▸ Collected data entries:
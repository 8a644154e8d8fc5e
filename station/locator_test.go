package station

import (
	"math"
	"strings"
	"testing"

	"slantwise/orbit/unit"
)

// The first four are the examples of Tyson, Conversion between geodetic and grid locator
// systems, QST, January 1989, as the tests of public programs quote them: the place lies
// within its rectangle. So does the fifth, the station of the American radio amateurs'
// league, which these tests add.
func TestLocatorHoldsItsPlace(t *testing.T) {
	for _, c := range []struct {
		text     string
		lat, lon float64
	}{
		{"JN58td", 48.14666, 11.60833}, // Munich
		{"GF15vc", -34.91, -56.21166},  // Montevideo
		{"FM18lw", 38.92, -77.065},     // Washington
		{"RE78ir", -41.28333, 174.745}, // Wellington
		{"FN31pr", 41.714775, -72.727260},
	} {
		for n := 4; n <= 6; n += 2 {
			l, err := ParseLocator(strings.ToUpper(c.text)[:n])
			if err != nil {
				t.Fatal(err)
			}
			up, right := c.lat-l.South.Degrees(), c.lon-l.West.Degrees()
			if l.Text != c.text[:n] || !(up >= 0 && up < l.Height.Degrees() && right >= 0 && right < l.Width.Degrees()) {
				t.Errorf("%s: %g, %g deg lies outside %g + %g, %g + %g deg", l.Text, c.lat, c.lon, l.South.Degrees(), l.Height.Degrees(), l.West.Degrees(), l.Width.Degrees())
			}
		}
	}
}

// Ten characters: the south-western corner that a public library's documentation prints
// for each, to its six decimals (the package maidenhead of pub.dev, seen).
func TestLocatorOfTenCharacters(t *testing.T) {
	for text, corner := range map[string][2]float64{"JN75xu32SP": {45.844271, 15.947917}, "JN75XU32NV": {45.845313, 15.946181}} {
		l, err := ParseLocator(text)
		if err != nil || math.Abs(l.South.Degrees()-corner[0]) > 1e-6 || math.Abs(l.West.Degrees()-corner[1]) > 1e-6 {
			t.Errorf("%s: corner %.6f, %.6f deg, %v, want %v", text, l.South.Degrees(), l.West.Degrees(), err, corner)
		}
		// 20 deg / 10 / 24 / 10 / 24 and half of it: definition.
		if w, h := l.Width.Degrees(), l.Height.Degrees(); math.Abs(w-20.0/57600) > 1e-12 || math.Abs(h-10.0/57600) > 1e-12 {
			t.Errorf("%s: %g by %g deg", text, w, h)
		}
		if math.Abs((l.Latitude-l.South-l.Height/2).Degrees()) > 1e-12 || math.Abs((l.Longitude-l.West-l.Width/2).Degrees()) > 1e-12 {
			t.Errorf("%s: the middle is at %g, %g deg", text, l.Latitude.Degrees(), l.Longitude.Degrees())
		}
	}
}

// The system covers the Earth: its first and its last rectangle.
func TestLocatorEnds(t *testing.T) {
	first, err := ParseLocator("AA00aa00aa")
	if err != nil || first.West != -180*unit.Degree || first.South != -90*unit.Degree {
		t.Errorf("first: %+v, %v", first, err)
	}
	last, err := ParseLocator("RR99xx99xx")
	if err != nil || math.Abs((last.West+last.Width).Degrees()-180) > 1e-9 || math.Abs((last.South+last.Height).Degrees()-90) > 1e-9 {
		t.Errorf("last: %+v, %v", last, err)
	}
	for text, want := range map[string]string{
		"": "give 4, 6, 8 or 10", "JN": "give 4", "JN58t": "give 4", "JN58td12ab3": "give 4", "ZN58": "character 1 must be a letter A to R",
		"JN5x": "character 4 must be a digit", "JN58yd": "character 5 must be a letter A to X", "JN58td1x": "character 8", "JN58td11ay": "character 10", "JÑ58": "give 4",
	} {
		if l, err := ParseLocator(text); err == nil || !strings.Contains(err.Error(), want) {
			t.Errorf("%q: got %+v, %v, want %q", text, l, err, want)
		}
	}
}

// What is accepted is a rectangle on the Earth, and its text reads as itself.
func FuzzParseLocator(f *testing.F) {
	for _, s := range []string{"JN58td", "jn58", "FN31pr45ab", "ZZ99", "JN58t", "АА00"} {
		f.Add(s)
	}
	f.Fuzz(func(t *testing.T, text string) {
		l, err := ParseLocator(text)
		if err != nil {
			return
		}
		if !(math.Abs(l.Latitude.Degrees()) < 90 && math.Abs(l.Longitude.Degrees()) < 180 && l.Width > 0 && l.Height > 0) {
			t.Errorf("%q is %+v", text, l)
		}
		if again, err := ParseLocator(l.Text); err != nil || again != l {
			t.Errorf("%q: %+v, read again %+v, %v", text, l, again, err)
		}
	})
}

▸ AIM OF THE TASK:
Reproduce exactly the lines from the one containing "f.Fuzz(func(t *testing.T, text" through the last line of the records above, including both, and nothing else.

▸ SOLUTION FOR THIS TASK:
	f.Fuzz(func(t *testing.T, text string) {
		l, err := ParseLocator(text)
		if err != nil {
			return
		}
		if !(math.Abs(l.Latitude.Degrees()) < 90 && math.Abs(l.Longitude.Degrees()) < 180 && l.Width > 0 && l.Height > 0) {
			t.Errorf("%q is %+v", text, l)
		}
		if again, err := ParseLocator(l.Text); err != nil || again != l {
			t.Errorf("%q: %+v, read again %+v, %v", text, l, again, err)
		}
	})
}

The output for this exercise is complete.